Perruzza and her 19-year-old sister Carly said they are looking forward to working at Jones Beach Theatre this summer. They haven’t yet learned about any safety protocols that might be in place for dealing with crowds, but aren’t worried.

"We are both going to be fully vaccinated, so I feel comfortable with going and working," Carly said.

Gary Wallin, of Levittown, said he is happy his vaccination allowed him to see his beloved Islanders in person during the National Hockey League playoffs.

"I won’t go on an airplane and I won’t go on cruises — and those are things I used to do," he said.

The 67-year-old said he doesn’t ask people outside his family and close friends if they are vaccinated. Wallin said he hopes people are either vaccinated or following the proper protocols. "I feel the vaccination keeps me safe," he said.

Dennis Garcia, of Franklin Square, said his extended family shared their vaccination status through regular updates via group text messages.

Garcia, 37, said he wouldn’t hesitate to ask someone if they are vaccinated.

"It’s just a simple question," he said. "It’s like saying, ‘How are you feeling?’ ‘Are you vaccinated?’ I feel like it’s the same thing. It’s nothing major."

Some people may avoid those conversations to stave off any conflict, said Teresa Grella-Hillebrand, director of the Counseling and Mental Health Professions Clinic at Hofstra University’s Saltzman Center.

"If somebody is offended by being asked or doesn't like the fact that there's a certain rule, what always helps in any relationship is validating that person, saying they have every right to their point of view," Grella-Hillebrand said. "Saying, ‘We both are in different places. Let's think about how we can do something going forward. Maybe this isn't the event or this isn't the time’ … that can really help to smooth out the rough edges."

Shari Bardash-Eivers, of Farmingdale, is fully vaccinated but still wears a mask while shopping and takes other precautions in deference to her 85-year-old mother, who could still be vulnerable to COVID-19.

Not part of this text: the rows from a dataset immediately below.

/**
 * `pinchoff fit` on the open 180 nm measurements (data/pdk180: GF180MCU 3.3 V
 * NMOS, published measured I–V, Apache-2.0): card and report written, a card
 * set when no length is given (every length meeting the square-law target in
 * its automatic window), a window set by option, existing files never replaced without --force,
 * the data file never written, bad options refused.
 */
import { mkdtempSync, readFileSync, statSync, writeFileSync } from "node:fs";
import { tmpdir } from "node:os";
import { join } from "node:path";
import { describe, expect, it } from "vitest";
import { UsageError } from "../lib/cli/args.js";
import { main } from "../lib/cli/fit.js";
import { cardAt, checkCardSet, type CardSet } from "../lib/device/card-set.js";
import { checkCard, type DeviceCard } from "../lib/device/card.js";
import { InputError } from "../lib/errors.js";
import { meters } from "../lib/quantity.js";
import { captureCli } from "./support/cli.js";

const data = "data/pdk180/nfet_03v3_meas_id.csv";
const run = (argv: string[]) => captureCli(main, argv);

describe("pinchoff fit", { timeout: 60_000 }, () => {
  const dir = mkdtempSync(join(tmpdir(), "pinchoff-fit-"));
  it("fits one geometry, prints the parameters and writes a valid card and a report", async () => {
    const before = statSync(data).mtimeMs;
    const card = join(dir, "n1u.json");
    const report = join(dir, "n1u.html");
    const r = await run([data, "--w", "10u", "--l", "1u", "--card", card, "--report", report]);
    expect(r.code).toBe(0);
    const out = JSON.parse(r.out) as { fits: { inWindow: { rms: number }; parameters: Record<string, { value: number }> }[] };
    expect(out.fits).toHaveLength(1);
    expect(out.fits[0]!.inWindow.rms).toBeLessThanOrEqual(0.05);
    const c = JSON.parse(readFileSync(card, "utf8")) as DeviceCard;
    expect(() => checkCard(c)).not.toThrow();
    expect(c.vt0).toBeCloseTo(out.fits[0]!.parameters.vt0!.value, 12);
    const html = readFileSync(report, "utf8");
    expect(html).toContain('content="pinchoff fit report"');
    expect(html).toContain("Where the model holds");
    expect(html).toContain("Verify the design by simulation");
    expect(html.match(/class="pinchoff-plot"/g)!.length).toBe(5);
    expect(statSync(data).mtimeMs).toBe(before);
  });
  it("fits every length at a width into a card set that interpolates in 1/L", async () => {
    const card = join(dir, "set.json");
    const report = join(dir, "set.html");
    const r = await run([data, "--w", "10u", "--overdrive", "0.3:0.7", "--body", "0:0", "--saturation-only", "--card", card, "--report", report]);
    expect([0, 1]).toContain(r.code);
    expect(readFileSync(report, "utf8")).toMatch(/<h2>Parameters against L<\/h2>.*<td>0\.28 µm<\/td>/s);
    const set = checkCardSet(JSON.parse(readFileSync(card, "utf8")) as CardSet);
    expect(set.entries.map((e) => +(e.l * 1e6).toPrecision(3))).toEqual([0.28, 0.5, 1, 5, 10]);
    const at1 = cardAt(set, meters(1e-6));
    expect(at1).toEqual(set.entries[2]!.card);
    const mid = cardAt(set, meters(2e-6));
    const [a, b] = [set.entries[2]!.card, set.entries[3]!.card];
    const t = (1 / 2e-6 - 1 / 1e-6) / (1 / 5e-6 - 1 / 1e-6);
    expect(mid.kp).toBeCloseTo(a.kp + t * (b.kp - a.kp), 15);
    expect(() => cardAt(set, meters(20e-6))).toThrow(/within the fitted range 0\.28–10 µm/);
  });
  it("with the automatic window every length meets the target (exit 0), and a window limited in |VDS| is named in the card", async () => {
    const card = join(dir, "auto-set.json");
    const r = await run([data, "--w", "10u", "--card", card]);
    expect(r.code).toBe(0);
    const out = JSON.parse(r.out) as { fits: { device: { l: number }; meetsTarget: boolean; inWindow: { rms: number }; window: { vds?: [number, number] } }[] };
    expect(out.fits).toHaveLength(5);
    for (const f of out.fits) {
      expect(f.meetsTarget).toBe(true);
      expect(f.inWindow.rms).toBeLessThanOrEqual(0.05);
    }
    const short = out.fits.find((f) => Math.abs(f.device.l - 0.28e-6) < 1e-9)!;
    expect(short.window.vds).toBeDefined();
    const set = checkCardSet(JSON.parse(readFileSync(card, "utf8")) as CardSet);
    expect(set.entries[0]!.card.provenance).toContain(`|VDS| ≤ ${short.window.vds![1]} V`);
  });
  it("--drain sets the |VDS| range of the window (the low-VDS triode window: λ held, left out of the card)", async () => {
    const card = join(dir, "triode.json");
    const r = await run([data, "--w", "10u", "--l", "0.28u", "--overdrive", "0.2:1", "--drain", "0:0.1", "--body", "0:0", "--card", card]);
    expect(r.code).toBe(0);
    const out = JSON.parse(r.out) as { fits: { window: { chosen: string; vds: [number, number] }; parameters: Record<string, { stdErr: number | string }> }[] };
    expect(out.fits[0]!.window.chosen).toBe("user");
    expect(out.fits[0]!.window.vds).toEqual([0, 0.1]);
    expect(out.fits[0]!.parameters.lambda!.stdErr).toBe("held");
    const c = JSON.parse(readFileSync(card, "utf8")) as DeviceCard;
    expect(c.lambda).toBeUndefined();
    expect(c.provenance).toMatch(/window overdrive 0\.2–1 V, \|VDS\| ≤ 0\.1 V, \|VBS\| = 0 V/);
  });
  it("never replaces an existing file without --force, and never writes over the data", async () => {
    const card = join(dir, "keep.json");
    writeFileSync(card, "mine");
    await expect(run([data, "--w", "10u", "--l", "1u", "--card", card])).rejects.toThrow(/exists and is left untouched/);
    expect(readFileSync(card, "utf8")).toBe("mine");
    expect((await run([data, "--w", "10u", "--l", "1u", "--card", card, "--force"])).code).toBe(0);
    expect(readFileSync(card, "utf8")).toMatch(/"vt0"/);
    await expect(run([data, "--w", "10u", "--l", "1u", "--card", data, "--force"])).rejects.toThrow(/other than the data file/);
  });
  it("refuses bad options with typed errors", async () => {
    await expect(run([data, "--model", "bsim9"])).rejects.toThrow(InputError);
    await expect(run([data, "--w", "ten"])).rejects.toThrow(/--w: got "ten"/);
    await expect(run([data, "--w", "10u", "--l", "1u", "--overdrive", "1:0.2"])).rejects.toThrow(/--overdrive.*LO ≤ HI/);
    await expect(run([data, "--w", "10u", "--l", "1u", "--device", "pmos"])).rejects.toThrow(/polarity the signs show \(nmos/);
    await expect(run([data, "--w", "3u"])).rejects.toThrow(/a width, temperature and corner the file holds/);
    await expect(run([])).rejects.toThrow(UsageError);
  });
});

describe("device() with a card set (invented cards)", () => {
  const card = (l: number, vt0: number): DeviceCard => ({ name: `n${l}`, polarity: "nmos", kp: 100e-6, vt0, lambda: 0.1 / l } as unknown as DeviceCard);
  const set: CardSet = { kind: "card-set", name: "invented", polarity: "nmos", entries: [{ l: meters(1e-6), card: card(1, 0.5) }, { l: meters(4e-6), card: card(4, 0.6) }] };
  it("takes the card at the device's length, interpolated in 1/L", async () => {
    const { device } = await import("../lib/device/card.js");
    const d = device(set, meters(10e-6), meters(2e-6));
    // 1/L halfway-ish: t = (1/2 − 1/1)/(1/4 − 1/1) = 2/3
    expect(d.card.vt0).toBeCloseTo(0.5 + (2 / 3) * 0.1, 12);
    expect(d.card.lambda).toBeCloseTo(0.1 + (2 / 3) * (0.025 - 0.1), 12);
    expect(() => device(set, meters(10e-6), meters(0.5e-6))).toThrow(/within the fitted range 1–4 µm/);
  });
});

Her job at the family’s construction company is mostly remote, but when she enters the showroom — which is open to the public by appointment — she wears a mask and asks others to as well.

"I am not going to ask customers if they are vaccinated, but we are asking them to wear a mask," Bardash-Eivers said.

Bardash-Eivers, 57, said she hopes others will respect her decision to don a mask while shopping, even though many stores have said fully vaccinated people are not required to wear them.

"A woman told me, ‘You know, you can take your mask off,’ " she said. "In my head, I’m thinking this is none of your business, but I didn’t want to be rude. I said, ‘I’m just trying to keep my family safe.’ "

Bill and Patti Fife, of Merrick, also continue to be careful. The Fifes plan to host an event this summer to celebrate Patti’s recovery from leukemia. Guests will have to show proof of vaccination or a negative COVID-19 test in order to attend.

Patti’s treatments have left her with a compromised immune system, and she said she has been vigilant in taking precautions.

"I feel very comfortable asking people that are coming," said Patti, 74.

With Erin Serpico

What to know

Some Long Islanders said they feel comfortable asking friends and family members if they are vaccinated, but feel awkward asking acquaintances and strangers.

Experts say people should ask without sounding judgmental, and try to hear the concerns of others.

Experts also say that unvaccinated New Yorkers should be "forthcoming" with neighbors, friends and co-workers about their vaccination status.